West Virginia spring salamander
- Conservation status: Critically Endangered (IUCN 3.1)

Scientific classification
- Kingdom: Animalia
- Phylum: Chordata
- Class: Amphibia
- Order: Urodela
- Family: Plethodontidae
- Genus: Gyrinophilus
- Species: G. subterraneus
- Binomial name: Gyrinophilus subterraneus Besharse & Holsinger, 1977

= West Virginia spring salamander =

- Authority: Besharse & Holsinger, 1977
- Conservation status: CR

Species of amphibian

The West Virginia spring salamander (Gyrinophilus subterraneus) is a species of troglobitic salamander in the family Plethodontidae. It is endemic to West Virginia, the United States.

The salamander is only found in the General Davis Cave in Greenbrier County and lives in cave stream passages with large amounts of decaying organic matter. It is considered critically endangered by the International Union for Conservation of Nature (IUCN) and is under review for listing under the Endangered Species Act of 1973.

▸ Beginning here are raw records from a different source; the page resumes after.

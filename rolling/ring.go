package rolling

import "math"

// ring is a circular array of panes of one width, shared by every window of
// a sensor with that pane width. Slot k mod len(panes) holds pane k, the
// readings with k·w ≤ t < (k+1)·w; a slot with n == 0 is empty. Advancing
// to a newer pane clears the slots it passes, so a non-empty slot always
// holds a pane within the ring's reach and needs no stored index.
type ring struct {
	width  int64   // pane width w, ns
	invW   float64 // 1/w
	newest int64   // index of the newest pane seen; valid when started
	start  bool
	// newSlot is slot(newest), kept so that the common reading, one in
	// the newest pane, costs no integer division.
	newSlot int
	// nextAt is the first time of pane newest+1 (math.MaxInt64 when that
	// lies beyond int64): a reading before it closes no pane, which
	// Sensor.Closes then learns without a division.
	nextAt int64
	// savedStart and savedNewest are start and newest at the last
	// MarkSaved: the horizon has moved since when they differ.
	savedStart  bool
	savedNewest int64
	panes       []pane
	side        []posMoments // nil until a pane becomes mixed
	dirty       []uint64     // bit per slot: changed since the last MarkSaved
	// minPanes is the pane count of the ring's shortest window: a reading
	// at least that many panes behind the newest is late for some window.
	minPanes int64
}

func newRing(width int64, slots int) ring {
	return ring{
		width: width,
		invW:  1 / float64(width),
		panes: make([]pane, slots),
		dirty: make([]uint64, (slots+63)/64),
	}
}

// floorDiv returns ⌊a/b⌋ for b > 0, also for negative a.
func floorDiv(a, b int64) int64 {
	q := a / b
	if a%b != 0 && a < 0 {
		q--
	}
	return q
}

func (r *ring) slot(k int64) int {
	i := k % int64(len(r.panes))
	if i < 0 {
		i += int64(len(r.panes))
	}
	return int(i)
}

// accepts reports whether pane k is within the ring's reach.
func (r *ring) accepts(k int64) bool {
	return !r.start || k > r.newest-int64(len(r.panes))
}

// add folds a reading at t into its pane k = ⌊t/w⌋, sliding the ring first
// if the reading is newer than every pane held. The caller has checked
// accepts.
func (r *ring) add(t, k int64, y, ly float64, pos bool) error {
	r.advance(k)
	i := r.newSlot
	if k != r.newest {
		i = r.slot(k)
	}
	p := &r.panes[i]
	if p.n == ^uint32(0) {
		return ErrPaneFull
	}
	var side *posMoments
	if !pos && !p.mixed() {
		// The pane becomes mixed: from now on its positive time moments
		// are kept apart. Until now every reading was positive.
		if r.side == nil {
			r.side = make([]posMoments, len(r.panes))
		}
		r.side[i] = posMoments{su: p.su, su2: p.su2}
	}
	if r.side != nil && (p.mixed() || !pos) {
		side = &r.side[i]
	}
	p.add(t, r.invW, y, ly, pos, side)
	r.dirty[i>>6] |= 1 << uint(i&63)
	return nil
}

// advance makes pane k the newest if it is newer than every pane held,
// clearing the slots of the panes that leave the ring.
func (r *ring) advance(k int64) {
	if !r.start {
		r.start = true
		r.setNewest(k)
		return
	}
	if k <= r.newest {
		return
	}
	steps := min(k-r.newest, int64(len(r.panes)))
	for j := int64(0); j < steps; j++ {
		i := r.slot(k - j)
		r.panes[i] = pane{}
		if r.side != nil {
			r.side[i] = posMoments{}
		}
		r.dirty[i>>6] &^= 1 << uint(i&63)
	}
	r.setNewest(k)
}

func (r *ring) setNewest(k int64) {
	r.newest, r.newSlot = k, r.slot(k)
	if k >= math.MaxInt64/r.width {
		r.nextAt = math.MaxInt64
	} else {
		r.nextAt = (k + 1) * r.width
	}
}

// posMoments returns Σu and Σu² over the positive readings of slot i.
func (r *ring) posMoments(i int) (su, su2 float64) {
	p := &r.panes[i]
	if !p.mixed() {
		return p.su, p.su2
	}
	return r.side[i].su, r.side[i].su2
}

General Davis Cave forms part of the 4.4 mi2 Davis Hollow drainage basin, itself part of the Greenbrier River watershed. A conservation easement for this cave has been purchased by The Nature Conservancy and it is closed to the public in order to protect this salamander and a small bat colony.

Like the western grotto salamander (Eurycea spelaea), the West Virginia spring salamander can undergo complete metamorphosis, which is very rare among cave salamanders. It is not known how often metamorphosis occurs, but when it does, it happens after the larvae have reached a very large size.

The IUCN estimates that fewer than 250 individuals of this species remain as of 2021. Possible future threats to the West Virginia spring salamander include development of the groundwater recharge area, interaction with spring salamanders (Gyrinophilus porphyriticus) and the potential for introduction of salamander chytrid fungus (Batrachochytrium salamandrivorans) from Europe to the Americas.